The cut came unexpectedly, with no economists in a Bloomberg survey predicting the
move. However, the NBU said it was made possible by "a significant easing in risks to price stability - inflation was lower than the central bank expected in the first quarter", according to a statement on the regulator's website.
"Should risks to price stability abate further, and if Ukraine secures the successful completion of the second review under the [IMF] Extended Fund Facility Arrangement, the NBU may move ahead with monetary easing," the NBU said in a statement.
Reiterating its 2016 inflation goal of 12% and 8% by the end of 2017, the NBU said the "key risk now is a delay in restarting cooperation with the International Monetary Fund".
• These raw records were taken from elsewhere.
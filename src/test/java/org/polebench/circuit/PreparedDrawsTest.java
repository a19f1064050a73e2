package org.polebench.circuit;

import static org.junit.jupiter.api.Assertions.assertEquals;
import static org.junit.jupiter.api.Assertions.assertThrows;
import static org.junit.jupiter.api.Assertions.assertTrue;

import java.util.ArrayList;
import java.util.List;
import org.junit.jupiter.api.Test;
import org.polebench.InputProblem;

/** The prepared bias solve and expansion give for draws exactly what the plain calls give. */
class PreparedDrawsTest {

    @Test
    void preparedBiasAndExpansionOfADrawEqualThePlainOnes() throws InputProblem {
        Stage nominal = new StageReader().read(StageFiles.demo("geophone-two-stage.stage.yaml")).stage();
        // a draw as a tolerance spread makes one: every resistor 1 % up, β halved
        List<Part> parts = new ArrayList<>();
        for (Part part : nominal.parts()) {
            if (part instanceof Resistor) {
                parts.add(((Resistor) part).withOhms(((Resistor) part).ohms() * 1.01));
            } else if (part instanceof Bjt) {
                parts.add(((Bjt) part).withBeta(((Bjt) part).beta() / 2));
            } else {
                parts.add(part);
            }
        }
        Stage draw = nominal.withParts(parts);

        OperatingPoints plain = new BiasSolver().solve(draw);
        OperatingPoints prepared = new BiasSolver().prepare(nominal).solve(draw);
        SmallSignalNetwork plainNetwork = new SmallSignalExpansion().expand(draw, plain);
        SmallSignalNetwork preparedNetwork = new SmallSignalExpansion().prepare(nominal).expand(draw, prepared);

        // the same arithmetic on the same numbers: equal records, not merely close values
        assertEquals(plain, prepared);
        assertEquals(plainNetwork, preparedNetwork);
    }

    @Test
    void partValuesOfAStageBuiltFromValuesAreThoseValues() throws InputProblem {
        Stage nominal = new StageReader().read(StageFiles.demo("vibration-buffer-cs.stage.yaml")).stage();
        double[] values = nominal.partValues();
        for (int p = 0; p < values.length; p++) {
            values[p] *= 1 + 0.01 * (p + 1);
        }

        Stage drawn = nominal.withPartValues(values);

        // an exact identity: the values go into the records and come out unchanged, one per part
        // in part order (the MOSFET's entry is NaN, nothing of it being drawn)
        double[] back = drawn.partValues();
        for (int p = 0; p < values.length; p++) {
            assertEquals(values[p], back[p], 0, nominal.parts().get(p).name());
        }
        assertEquals(values[nominal.parts().indexOf(nominal.resistor("RD"))], drawn.resistor("RD").ohms(), 0);
        assertEquals(values[nominal.parts().indexOf(nominal.capacitor("C3"))], drawn.capacitor("C3").farads(), 0);
        assertEquals(nominal.mosfet("M1"), drawn.mosfet("M1"));
    }

    @Test
    void preparedBiasOfValuesGivesThePlainCurrents() throws InputProblem {
        Stage nominal = new StageReader().read(StageFiles.demo("vibration-buffer-cs.stage.yaml")).stage();
        double[] values = nominal.partValues();
        values[nominal.parts().indexOf(nominal.resistor("RS"))] *= 1.05;
        OperatingPoints plain = new BiasSolver().solve(nominal.withPartValues(values));
        double[] currentAmps = new double[1];
        double[] sourceBodyVolts = new double[1];

        boolean inRegion = new BiasSolver().prepare(nominal).solveInRegion(values, currentAmps, sourceBodyVolts);

        // the same Newton iteration on the same numbers: equal to the last bit
        assertTrue(inRegion);
        assertEquals(plain.mosfet("M1").drainAmps(), currentAmps[0], 0);
        assertEquals(plain.mosfet("M1").vsbVolts(), sourceBodyVolts[0], 0);
    }

    @Test
    void aStageWiredDifferentlyIsNoDrawOfThePreparedOne() throws InputProblem {
        Stage nominal = new StageReader().read(StageFiles.demo("geophone-two-stage.stage.yaml")).stage();
        Resistor r4 = nominal.resistor("R4");
        Stage rewired = nominal.withPart(new Resistor("R4", new NodePair("b2", "x2"), r4.ohms(), r4.tolerance(),
                r4.line()));

        assertThrows(IllegalArgumentException.class, () -> new BiasSolver().prepare(nominal).solve(rewired));
        OperatingPoints points = new BiasSolver().solve(nominal);
        assertThrows(IllegalArgumentException.class,
                () -> new SmallSignalExpansion().prepare(nominal).expand(rewired, points));
    }
}
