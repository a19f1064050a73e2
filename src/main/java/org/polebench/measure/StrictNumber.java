package org.polebench.measure;

/**
 * Reads one decimal number from a cell, strictly: the whole cell (blanks around it aside)
 * must be {@code [+-]digits[.digits][e[+-]digits]}, with a comma as the decimal mark when
 * asked. Unlike {@link Double#parseDouble} it refuses {@code NaN}, {@code Infinity}, hex,
 * {@code d}/{@code f} suffixes and thousands separators, and unlike locale number parsing it
 * never stops silently at a bad character (PITFALLS, OpenCSV).
 *
 * <p>Short numbers take Clinger's fast path (W. D. Clinger, "How to read floating point
 * numbers accurately", PLDI 1990): a mantissa below 2^53 times or divided by an exact power of
 * ten up to 10^22 is correctly rounded by one IEEE operation. Longer ones go through
 * {@link Double#parseDouble}, which is correctly rounded too.
 */
final class StrictNumber {
    private static final double[] POWERS_OF_TEN = new double[23];
    private static final long FAST_MANTISSA_LIMIT = 1L << 53;

    static {
        double power = 1;
        for (int i = 0; i < POWERS_OF_TEN.length; i++) {
            POWERS_OF_TEN[i] = power;
            power *= 10;
        }
    }

    private StrictNumber() {
    }

    /**
     * @return the number; NaN when the text is not a number of this form; ±Infinity when it is
     *         one but beyond the double range (such as {@code 1e999})
     */
    static double parse(CharSequence text, int from, int to, boolean decimalComma) {
        while (from < to && isBlank(text.charAt(from))) {
            from++;
        }
        while (to > from && isBlank(text.charAt(to - 1))) {
            to--;
        }
        if (from >= to) {
            return Double.NaN;
        }
        char mark = decimalComma ? ',' : '.';
        int i = from;
        boolean negative = false;
        char first = text.charAt(i);
        if (first == '+' || first == '-') {
            negative = first == '-';
            i++;
        }
        long mantissa = 0;
        int significant = 0;
        int digits = 0;
        int fractionDigits = 0;
        boolean seenMark = false;
        for (; i < to; i++) {
            char c = text.charAt(i);
            if (c >= '0' && c <= '9') {
                digits++;
                if (seenMark) {
                    fractionDigits++;
                }
                if (significant > 0 || c != '0') {
                    significant++;
                    if (significant <= 18) {
                        mantissa = mantissa * 10 + (c - '0');
                    }
                }
            } else if (c == mark && !seenMark) {
                seenMark = true;
            } else {
                break;
            }
        }
        if (digits == 0) {
            return Double.NaN;
        }
        int exponent = 0;
        if (i < to) {
            char e = text.charAt(i);
            if (e != 'e' && e != 'E') {
                return Double.NaN;
            }
            i++;
            boolean negativeExponent = false;
            if (i < to && (text.charAt(i) == '+' || text.charAt(i) == '-')) {
                negativeExponent = text.charAt(i) == '-';
                i++;
            }
            int exponentDigits = 0;
            for (; i < to; i++) {
                char c = text.charAt(i);
                if (c < '0' || c > '9') {
                    return Double.NaN;
                }
                exponentDigits++;
                if (exponent < 100_000) {
                    exponent = exponent * 10 + (c - '0');
                }
            }
            if (exponentDigits == 0) {
                return Double.NaN;
            }
            if (negativeExponent) {
                exponent = -exponent;
            }
        }
        int scale = exponent - fractionDigits;
        double value;
        if (significant <= 15 && mantissa < FAST_MANTISSA_LIMIT && Math.abs(scale) <= 22) {
            value = scale >= 0 ? mantissa * POWERS_OF_TEN[scale] : mantissa / POWERS_OF_TEN[-scale];
        } else if (significant == 0) {
            value = 0.0;
        } else {
            String plain = text.subSequence(from, to).toString();
            value = Double.parseDouble(decimalComma ? plain.replace(',', '.') : plain);
            return value;
        }
        return negative ? -value : value;
    }

    static double parse(CharSequence text, boolean decimalComma) {
        return parse(text, 0, text.length(), decimalComma);
    }

    private static boolean isBlank(char c) {
        return c == ' ' || c == '\t';
    }
}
Consumer-price growth slowed in March to the lowest level in 1 1/2 years, while the appointment of a new Ukrainian government under Prime Minister Volodymyr Groysman on April 14 has helped calm weeks of political turmoil.
For its part, the IMF said it is ready to resume its cooperation with Ukraine once the new government affirms the policy goals of its predecessor. So far, two tranches totalling almost $3.4bn have been withheld since September.
However, the fund's continuation of the bailout programme first requires the approval by the parliament in Kyiv of 19 outstanding law bills, which President Petro Poroshenko said earlier he hoped would be passed by April 22.
While the new Finance Minister Oleksandr Danylyuk said the next $1.7bn tranche could arrive in May, analysts say it is unlikely that the government will see any fresh cash before the third quarter.
Speaking to media on April 21, NBU governor Valeria Gontareva said an IMF mission was expected to arrive in Ukraine in the coming days.